TuGraph-family / tugraph-db

TuGraph is a high performance graph database.
https://tugraph.org
Apache License 2.0
1.42k stars 190 forks source link

[Performance] Simple COUNT can not return for large graph #198

Open frank-zsy opened 1 year ago

frank-zsy commented 1 year ago

Describe the bug The simple COUNT for nodes can not return for a large graph.

To Reproduce Steps to reproduce the behavior:

  1. Import a large graph to database, like hundreds millions nodes and billions edges
  2. Run MATCH (n) RETURN COUNT(n)
  3. The Cypher above may not return forever

Expected behavior There maybe meta data about the graph in database so we can easily know the graph scale in my database.

Environment:

Additional context In Neo4j, nodes count and edges count are almost displayed on the sidebar of current database and will be updated while importing data, even for large graph with billions nodes and edges.
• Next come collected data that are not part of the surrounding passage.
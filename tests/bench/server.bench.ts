/**
 * `npm run bench:server`: the forecast jobs under load, on the real server process.
 *
 * 1. A fresh database `skyfurrow_bench` on the private MariaDB (or DATABASE_URL when set),
 *    migrated and seeded with the demo scenario; at least 12 fields (invented test plots
 *    are added when the demo has fewer).
 * 2. The server (tsx server/index.ts) with its default job concurrency (cores - 1; set
 *    BENCH_JOB_CONCURRENCY to try another) and the production engine
 *    settings (168 h, 5-minute epochs, 64 sample points, all nominal constellations).
 *    The start-up sweep computes every field once (warm-up; reported too).
 * 3. Measured: a recompute of every field, asked through POST /api/fields/:id/recompute,
 *    until the last job is done; meanwhile autocannon reads GET /api/fields/:id/forecast
 *    over all fields with 50 concurrent connections. Then the same reads with nothing
 *    running, for comparison. Latency percentiles come from every response.
 *
 * Benchmarks are measurements, not tests: nothing here fails on a slow machine. Targets
 * (this 2-core machine): all fields in under 30 s, forecast read p95 under 100 ms.
 */
import { spawn, spawnSync, type ChildProcess } from 'node:child_process'
import { cpus } from 'node:os'
import { join, resolve } from 'node:path'
import { defaultJobConcurrency } from '../../server/config.ts'
import { openDatabase } from '../../server/db/index.ts'
import { runMigrations } from '../../server/db/migrate.ts'
import { createRepositories } from '../../server/db/repositories/index.ts'
import { seedDemo } from '../../seed/index.ts'
import { freePort } from '../e2e/support.ts'
import { ensureForecastFields } from '../support/forecastFields.ts'
import { load as loadPaths, percentile, type LoadResult } from '../support/serverProcess.ts'

const root = resolve(import.meta.dirname, '..', '..')
const CONNECTIONS = 50
const MIN_FIELDS = 12
const jobConcurrency = process.env.BENCH_JOB_CONCURRENCY ?? String(defaultJobConcurrency)

function databaseUrl(): string {
  if (process.env.DATABASE_URL) return process.env.DATABASE_URL
  const out = spawnSync('node', ['server/setup/db.mjs', 'skyfurrow_bench', '--fresh'], { cwd: root, encoding: 'utf8' })
  if (out.status !== 0) throw new Error(`could not start the private MariaDB:\n${out.stderr}`)
  return out.stdout.trim().split('\n').pop()!
}

/** Reads of the fields' stored weeks at CONNECTIONS clients until `until` (the shared load runner). */
function load(baseUrl: string, cookie: string, fieldIds: number[], until: Promise<unknown> | number): Promise<LoadResult> {
  return loadPaths(baseUrl, cookie, fieldIds.map((id) => `/api/fields/${id}/forecast`), until, CONNECTIONS)
}

async function main(): Promise<void> {
  const url = databaseUrl()
  const handle = openDatabase(url, { connectionLimit: 4 })
  await runMigrations(handle.db)
  await seedDemo(handle.db)
  const repos = createRepositories(handle.db)
  // The demo tracks GPS and GLONASS only; the benchmark computes with all four nominal
  // constellations (more satellites, more work per epoch).
  for (const system of ['GPS', 'GLONASS', 'Galileo', 'BeiDou']) await repos.orbits.upsertActive({ system, orbitSetId: null, enabled: true })
  let fields = await repos.fields.listAll()
  if (fields.length < MIN_FIELDS) {
    const farms = (await repos.farms.list({ page: 1, pageSize: 200, order: 'asc' })).rows.length
    await ensureForecastFields(handle.db, Math.ceil(MIN_FIELDS / farms) + 1)
    fields = await repos.fields.listAll()
  }
  const fieldIds = fields.map((f) => f.id)

  const port = await freePort()
  const baseUrl = `http://127.0.0.1:${port}`
  let output = ''
  const t0 = Date.now()
  const child: ChildProcess = spawn(join(root, 'node_modules', '.bin', 'tsx'), ['server/index.ts'], {
    cwd: root,
    env: {
      ...process.env,
      DATABASE_URL: url,
      NODE_ENV: 'production',
      PORT: String(port),
      HOST: '127.0.0.1',
      FAKE_SMTP_PORT: '0',
      SMTP_URL: '',
      PUBLIC_URL: '',
      LOG_LEVEL: 'warn',
      JOB_CONCURRENCY: jobConcurrency,
      FORECAST_STEP_MIN: '5',
      FORECAST_SAMPLES: '64',
    },
    stdio: ['ignore', 'pipe', 'pipe'],
    detached: true,
  })
  child.stdout?.on('data', (c: Buffer) => (output += c.toString()))
  child.stderr?.on('data', (c: Buffer) => (output += c.toString()))
  const stop = () => {
    try {
      process.kill(-child.pid!, 'SIGTERM')
    } catch {
      // gone
    }
  }
  process.on('exit', stop)
  try {
    for (;;) {
      if (child.exitCode !== null) throw new Error(`the server exited:\n${output}`)
      try {
        if ((await fetch(`${baseUrl}/api/health`)).ok) break
      } catch {
        // not yet
      }
      await new Promise((r) => setTimeout(r, 200))
    }
    const startMs = Date.now() - t0

    // Sign in (the demo office account; demo sign-ins are refused in production, so the
    // bench signs in with an account of its own... see below).
    const cookie = await signInCookie(baseUrl, handle, output)

    // Warm-up: the start-up sweep computes every field.
    const warmStart = Date.now()
    await waitIdle(baseUrl, cookie)
    const warmMs = Date.now() - warmStart

    // Measured: recompute every field while reads run at 50 connections.
    const jobIds: number[] = []
    const recomputeStart = Date.now()
    for (const id of fieldIds) {
      const res = await fetch(`${baseUrl}/api/fields/${id}/recompute`, {
        method: 'POST',
        headers: { Origin: baseUrl, Cookie: cookie, 'Content-Type': 'application/json' },
        body: '{}',
      })
      if (res.status !== 202) throw new Error(`recompute of field ${id}: HTTP ${res.status} ${await res.text()}`)
      jobIds.push(((await res.json()) as { id: number }).id)
    }
    const done = waitJobs(baseUrl, cookie, jobIds).then(() => Date.now() - recomputeStart)
    const busy = await load(baseUrl, cookie, fieldIds, done)
    const recomputeMs = await done
    const idle = await load(baseUrl, cookie, fieldIds, 10)

    const jobs = (await (await fetch(`${baseUrl}/api/jobs?kind=forecast&limit=500`, { headers: { Cookie: cookie } })).json()) as {
      items: Array<{ id: number; status: string; durationMs: number | null }>
    }
    const mine = jobs.items.filter((j) => jobIds.includes(j.id))
    const perJob = mine.map((j) => j.durationMs ?? 0).sort((a, b) => a - b)

    const ms = (x: number) => `${x.toFixed(1)} ms`
    const rows: Array<[string, string]> = [
      ['machine', `${cpus().length} cores, node ${process.version}`],
      ['fields', `${fieldIds.length}`],
      ['engine settings', '168 h, 5 min epochs, 64 sample points, nominal GPS+GLONASS+Galileo+BeiDou'],
      ['job concurrency (worker threads)', jobConcurrency],
      ['server start to healthy', `${(startMs / 1000).toFixed(1)} s`],
      ['start-up sweep, all fields (warm-up)', `${(warmMs / 1000).toFixed(1)} s`],
      ['recompute of all fields, under read load', `${(recomputeMs / 1000).toFixed(1)} s`],
      ['jobs done', `${mine.filter((j) => j.status === 'done').length} of ${jobIds.length}`],
      ['one field job, median / max', `${(percentile(perJob, 50) / 1000).toFixed(2)} s / ${((perJob.at(-1) ?? 0) / 1000).toFixed(2)} s`],
      [`forecast reads during recompute (${CONNECTIONS} conn.)`, `${busy.requests} requests, ${busy.rps.toFixed(0)}/s, ${busy.errors + busy.non2xx} errors`],
      ['  p50 / p95 / p99 / max', `${ms(busy.p50)} / ${ms(busy.p95)} / ${ms(busy.p99)} / ${ms(busy.max)}`],
      [`forecast reads, nothing running (${CONNECTIONS} conn., 10 s)`, `${idle.requests} requests, ${idle.rps.toFixed(0)}/s, ${idle.errors + idle.non2xx} errors`],
      ['  p50 / p95 / p99 / max', `${ms(idle.p50)} / ${ms(idle.p95)} / ${ms(idle.p99)} / ${ms(idle.max)}`],
      ['targets', 'all fields < 30 s; read p95 < 100 ms during the recompute'],
    ]
    const w = Math.max(...rows.map((r) => r[0].length))
    console.log('\nSkyfurrow server benchmark: forecast jobs and forecast reads')
    console.log(`| ${'measure'.padEnd(w)} | value |`)
    console.log(`| ${'-'.repeat(w)} | ----- |`)
    for (const [k, v] of rows) console.log(`| ${k.padEnd(w)} | ${v} |`)
  } finally {
    stop()
    await new Promise((r) => setTimeout(r, 500))
    await handle.close()
  }
}

/**
 * A session for the bench: the server runs in production mode (as deployed), where the
 * demo accounts may not sign in, so the bench gives itself an office account.
 */
async function signInCookie(baseUrl: string, handle: ReturnType<typeof openDatabase>, output: string): Promise<string> {
  const { hashPassword } = await import('../../server/auth/password.ts')
  const repos = createRepositories(handle.db)
  const email = 'bench.office@skyfurrow.example'
  const password = 'bench-password-not-secret'
  const existing = await repos.users.findByEmail(email)
  if (existing) await repos.users.update(existing.id, { passwordHash: await hashPassword(password), active: true })
  else await repos.users.insert({ email, name: 'Bench office', role: 'office', passwordHash: await hashPassword(password) })
  const res = await fetch(`${baseUrl}/api/auth/sign-in`, {
    method: 'POST',
    headers: { 'Content-Type': 'application/json', Origin: baseUrl },
    body: JSON.stringify({ email, password }),
  })
  if (res.status !== 200) throw new Error(`bench sign-in failed: ${res.status} ${await res.text()}\n${output}`)
  return res.headers.getSetCookie().map((c) => c.split(';')[0]).join('; ')
}

async function waitIdle(baseUrl: string, cookie: string): Promise<void> {
  // The sweep may still be enqueueing just after start: wait for work to appear or 3 s.
  const appear = Date.now() + 3_000
  for (;;) {
    const s = (await (await fetch(`${baseUrl}/api/jobs/summary`, { headers: { Cookie: cookie } })).json()) as { active: boolean }
    if (!s.active && Date.now() > appear) return
    await new Promise((r) => setTimeout(r, 200))
  }
}

/**
 * Waits until every job of `ids` has finished. Polls the cheap summary (what the app's
 * header polls) rather than the job list, so that the waiting adds little to the load.
 */
async function waitJobs(baseUrl: string, cookie: string, ids: number[]): Promise<void> {
  for (;;) {
    const s = (await (await fetch(`${baseUrl}/api/jobs/summary`, { headers: { Cookie: cookie } })).json()) as { active: boolean }
    if (!s.active) {
      const list = (await (await fetch(`${baseUrl}/api/jobs?kind=forecast&limit=500`, { headers: { Cookie: cookie } })).json()) as {
        items: Array<{ id: number; status: string }>
      }
      const mine = list.items.filter((j) => ids.includes(j.id))
      if (mine.length === ids.length && mine.every((j) => j.status === 'done' || j.status === 'failed')) return
    }
    await new Promise((r) => setTimeout(r, 100))
  }
}

await main()
process.exit(0)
hjk41 commented 1 year ago

Currently TuGraph does no keep track of the number of vertexes or edges. Instead, it scans the whole graph and counts the vertexes/edges when asked to, which takes a long time. It is expected to return after a long time, but eventually it should return. You can estimate the time as the following: {total_db_size}/(100MB/s).

Tracking the number of vertexes and edges is a feature that can be implemented. I will see what I can do in the holidays.